• [WORK TASK] Only those lines running from the start of the listing below through the line that holds "Hz) times the" are to be written out, exactly and in full.

• [EXTRACTED RECORDS]

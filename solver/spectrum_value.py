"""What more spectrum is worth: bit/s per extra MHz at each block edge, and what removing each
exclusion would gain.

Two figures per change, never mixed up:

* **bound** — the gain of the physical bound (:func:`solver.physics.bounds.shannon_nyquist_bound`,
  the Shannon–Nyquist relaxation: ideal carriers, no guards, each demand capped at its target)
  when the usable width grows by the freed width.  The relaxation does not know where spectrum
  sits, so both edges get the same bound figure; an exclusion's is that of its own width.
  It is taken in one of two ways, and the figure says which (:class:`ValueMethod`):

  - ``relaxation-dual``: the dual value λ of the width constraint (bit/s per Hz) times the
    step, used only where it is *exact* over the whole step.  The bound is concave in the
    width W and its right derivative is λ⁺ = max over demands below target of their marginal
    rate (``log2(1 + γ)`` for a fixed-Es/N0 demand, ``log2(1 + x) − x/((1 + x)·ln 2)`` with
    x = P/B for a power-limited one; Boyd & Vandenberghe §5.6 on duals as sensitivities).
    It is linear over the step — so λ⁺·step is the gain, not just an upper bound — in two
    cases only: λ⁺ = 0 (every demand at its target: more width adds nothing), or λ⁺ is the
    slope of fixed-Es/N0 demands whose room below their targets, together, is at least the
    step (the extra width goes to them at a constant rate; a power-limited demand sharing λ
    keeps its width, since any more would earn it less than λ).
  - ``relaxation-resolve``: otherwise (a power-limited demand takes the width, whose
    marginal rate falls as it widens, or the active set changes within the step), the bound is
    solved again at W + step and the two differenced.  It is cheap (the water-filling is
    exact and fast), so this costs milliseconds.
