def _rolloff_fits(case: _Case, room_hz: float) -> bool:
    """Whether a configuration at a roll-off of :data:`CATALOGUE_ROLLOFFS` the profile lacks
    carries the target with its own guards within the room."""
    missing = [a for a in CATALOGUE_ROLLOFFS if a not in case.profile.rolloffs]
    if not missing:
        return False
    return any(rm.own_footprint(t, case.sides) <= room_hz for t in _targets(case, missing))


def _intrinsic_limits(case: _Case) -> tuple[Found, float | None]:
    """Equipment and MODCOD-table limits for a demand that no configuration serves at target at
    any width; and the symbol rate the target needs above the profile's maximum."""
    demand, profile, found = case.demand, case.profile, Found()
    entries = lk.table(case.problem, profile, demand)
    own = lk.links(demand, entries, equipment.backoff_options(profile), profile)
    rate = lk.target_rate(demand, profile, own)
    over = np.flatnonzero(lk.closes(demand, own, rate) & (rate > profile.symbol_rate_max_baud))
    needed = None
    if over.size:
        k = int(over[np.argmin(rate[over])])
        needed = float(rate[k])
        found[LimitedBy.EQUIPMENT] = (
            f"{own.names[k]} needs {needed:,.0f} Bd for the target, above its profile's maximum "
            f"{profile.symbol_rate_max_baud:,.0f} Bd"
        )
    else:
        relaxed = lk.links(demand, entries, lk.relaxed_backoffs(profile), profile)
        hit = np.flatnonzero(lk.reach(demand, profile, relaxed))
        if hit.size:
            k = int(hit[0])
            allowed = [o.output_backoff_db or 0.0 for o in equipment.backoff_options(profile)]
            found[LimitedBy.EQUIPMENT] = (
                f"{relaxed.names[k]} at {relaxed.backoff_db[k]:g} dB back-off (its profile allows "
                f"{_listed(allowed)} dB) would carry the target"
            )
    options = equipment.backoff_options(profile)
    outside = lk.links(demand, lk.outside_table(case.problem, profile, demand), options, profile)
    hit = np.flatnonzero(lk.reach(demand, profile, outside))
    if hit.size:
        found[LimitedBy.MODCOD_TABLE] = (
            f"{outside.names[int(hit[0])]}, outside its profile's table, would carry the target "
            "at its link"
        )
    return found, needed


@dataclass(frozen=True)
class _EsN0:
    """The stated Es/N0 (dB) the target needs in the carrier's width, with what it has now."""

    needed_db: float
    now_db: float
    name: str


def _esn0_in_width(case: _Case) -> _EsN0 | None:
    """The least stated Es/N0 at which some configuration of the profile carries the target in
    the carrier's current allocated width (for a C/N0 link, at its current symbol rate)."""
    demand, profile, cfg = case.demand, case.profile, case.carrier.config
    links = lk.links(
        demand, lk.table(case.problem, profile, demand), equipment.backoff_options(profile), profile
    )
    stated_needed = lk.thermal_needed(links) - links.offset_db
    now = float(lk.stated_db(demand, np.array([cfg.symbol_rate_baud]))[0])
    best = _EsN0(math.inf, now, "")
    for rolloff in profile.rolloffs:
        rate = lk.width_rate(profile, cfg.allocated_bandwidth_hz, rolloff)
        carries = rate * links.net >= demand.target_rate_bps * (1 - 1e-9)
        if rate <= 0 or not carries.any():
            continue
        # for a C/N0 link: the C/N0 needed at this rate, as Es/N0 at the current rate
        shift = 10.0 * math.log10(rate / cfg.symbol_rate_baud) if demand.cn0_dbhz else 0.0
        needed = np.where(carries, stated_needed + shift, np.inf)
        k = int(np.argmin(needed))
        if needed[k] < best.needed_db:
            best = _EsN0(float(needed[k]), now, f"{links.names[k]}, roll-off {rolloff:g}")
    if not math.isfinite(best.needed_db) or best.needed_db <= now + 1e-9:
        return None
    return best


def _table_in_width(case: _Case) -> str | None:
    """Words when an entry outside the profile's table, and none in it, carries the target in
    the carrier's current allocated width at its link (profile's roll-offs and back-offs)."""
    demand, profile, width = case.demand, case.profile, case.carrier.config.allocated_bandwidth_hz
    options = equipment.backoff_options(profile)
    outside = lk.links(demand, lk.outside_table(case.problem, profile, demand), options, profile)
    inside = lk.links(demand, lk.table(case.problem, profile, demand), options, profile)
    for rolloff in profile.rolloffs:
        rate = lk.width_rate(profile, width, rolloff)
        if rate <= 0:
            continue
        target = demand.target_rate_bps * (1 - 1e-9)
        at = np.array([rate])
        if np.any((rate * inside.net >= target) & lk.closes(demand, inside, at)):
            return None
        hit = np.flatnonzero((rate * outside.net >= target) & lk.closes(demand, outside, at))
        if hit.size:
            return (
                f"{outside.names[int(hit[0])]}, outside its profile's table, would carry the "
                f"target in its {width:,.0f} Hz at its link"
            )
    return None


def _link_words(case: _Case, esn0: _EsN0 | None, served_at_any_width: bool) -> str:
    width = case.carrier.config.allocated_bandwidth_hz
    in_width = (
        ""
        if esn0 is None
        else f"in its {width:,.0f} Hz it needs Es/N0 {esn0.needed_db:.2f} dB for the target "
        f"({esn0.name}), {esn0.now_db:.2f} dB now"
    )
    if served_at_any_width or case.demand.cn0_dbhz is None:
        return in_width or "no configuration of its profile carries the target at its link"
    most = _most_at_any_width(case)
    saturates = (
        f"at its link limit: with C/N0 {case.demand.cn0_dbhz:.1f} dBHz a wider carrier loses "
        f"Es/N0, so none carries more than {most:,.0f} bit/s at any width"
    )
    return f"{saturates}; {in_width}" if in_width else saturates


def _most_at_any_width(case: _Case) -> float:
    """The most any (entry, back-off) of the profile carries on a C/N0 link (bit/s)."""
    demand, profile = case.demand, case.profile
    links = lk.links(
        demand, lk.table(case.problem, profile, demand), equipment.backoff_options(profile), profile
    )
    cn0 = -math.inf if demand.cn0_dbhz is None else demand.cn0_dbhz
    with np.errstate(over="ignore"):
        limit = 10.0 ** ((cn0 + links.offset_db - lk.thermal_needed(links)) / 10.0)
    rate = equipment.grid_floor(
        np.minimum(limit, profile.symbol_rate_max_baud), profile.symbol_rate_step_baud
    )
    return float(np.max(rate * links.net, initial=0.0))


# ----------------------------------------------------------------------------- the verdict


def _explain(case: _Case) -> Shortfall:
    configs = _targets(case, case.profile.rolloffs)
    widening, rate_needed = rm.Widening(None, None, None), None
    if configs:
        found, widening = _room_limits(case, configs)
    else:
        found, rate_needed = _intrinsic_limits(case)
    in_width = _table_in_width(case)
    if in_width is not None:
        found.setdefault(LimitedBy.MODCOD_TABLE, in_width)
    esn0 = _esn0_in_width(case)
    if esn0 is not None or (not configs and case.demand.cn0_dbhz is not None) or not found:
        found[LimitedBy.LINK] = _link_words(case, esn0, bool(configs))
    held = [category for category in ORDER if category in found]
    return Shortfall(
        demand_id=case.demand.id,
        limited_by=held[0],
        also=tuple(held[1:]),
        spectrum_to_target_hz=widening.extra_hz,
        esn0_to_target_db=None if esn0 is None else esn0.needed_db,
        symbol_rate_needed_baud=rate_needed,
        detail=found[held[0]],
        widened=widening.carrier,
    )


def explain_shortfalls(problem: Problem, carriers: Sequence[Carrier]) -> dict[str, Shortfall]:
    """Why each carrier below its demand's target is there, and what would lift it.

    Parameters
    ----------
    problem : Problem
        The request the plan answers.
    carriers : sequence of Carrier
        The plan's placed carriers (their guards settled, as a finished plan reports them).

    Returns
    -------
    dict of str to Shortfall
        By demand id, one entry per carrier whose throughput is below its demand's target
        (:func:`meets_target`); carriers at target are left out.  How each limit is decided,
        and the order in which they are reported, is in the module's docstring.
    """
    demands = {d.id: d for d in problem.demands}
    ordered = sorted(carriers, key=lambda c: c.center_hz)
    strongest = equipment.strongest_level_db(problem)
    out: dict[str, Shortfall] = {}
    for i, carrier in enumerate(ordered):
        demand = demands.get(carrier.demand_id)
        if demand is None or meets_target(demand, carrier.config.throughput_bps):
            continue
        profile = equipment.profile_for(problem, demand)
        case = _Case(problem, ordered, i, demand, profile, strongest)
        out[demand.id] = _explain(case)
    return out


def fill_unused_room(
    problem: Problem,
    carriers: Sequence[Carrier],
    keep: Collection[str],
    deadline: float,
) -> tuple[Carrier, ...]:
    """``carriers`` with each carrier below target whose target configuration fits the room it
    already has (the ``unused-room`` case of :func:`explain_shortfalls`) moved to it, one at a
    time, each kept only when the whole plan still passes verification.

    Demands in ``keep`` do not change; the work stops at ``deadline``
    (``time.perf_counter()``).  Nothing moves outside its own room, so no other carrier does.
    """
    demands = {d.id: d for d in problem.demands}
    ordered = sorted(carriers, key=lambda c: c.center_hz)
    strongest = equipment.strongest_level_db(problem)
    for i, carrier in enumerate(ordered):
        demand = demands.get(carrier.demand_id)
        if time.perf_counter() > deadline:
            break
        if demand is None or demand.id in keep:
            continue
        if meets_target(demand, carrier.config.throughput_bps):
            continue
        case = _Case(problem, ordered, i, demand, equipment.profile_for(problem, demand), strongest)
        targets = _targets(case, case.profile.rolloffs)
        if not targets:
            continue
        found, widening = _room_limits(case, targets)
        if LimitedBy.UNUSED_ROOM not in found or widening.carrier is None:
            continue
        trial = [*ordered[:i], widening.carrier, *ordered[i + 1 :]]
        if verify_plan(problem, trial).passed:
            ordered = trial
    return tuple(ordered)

• [SOLUTION TO THE EXERCISE]
filename solver/spectrum_value.py
"""What more spectrum is worth: bit/s per extra MHz at each block edge, and what removing each
exclusion would gain.

Two figures per change, never mixed up:

* **bound** — the gain of the physical bound (:func:`solver.physics.bounds.shannon_nyquist_bound`,
  the Shannon–Nyquist relaxation: ideal carriers, no guards, each demand capped at its target)
  when the usable width grows by the freed width.  The relaxation does not know where spectrum
  sits, so both edges get the same bound figure; an exclusion's is that of its own width.
  It is taken in one of two ways, and the figure says which (:class:`ValueMethod`):

  - ``relaxation-dual``: the dual value λ of the width constraint (bit/s per Hz) times the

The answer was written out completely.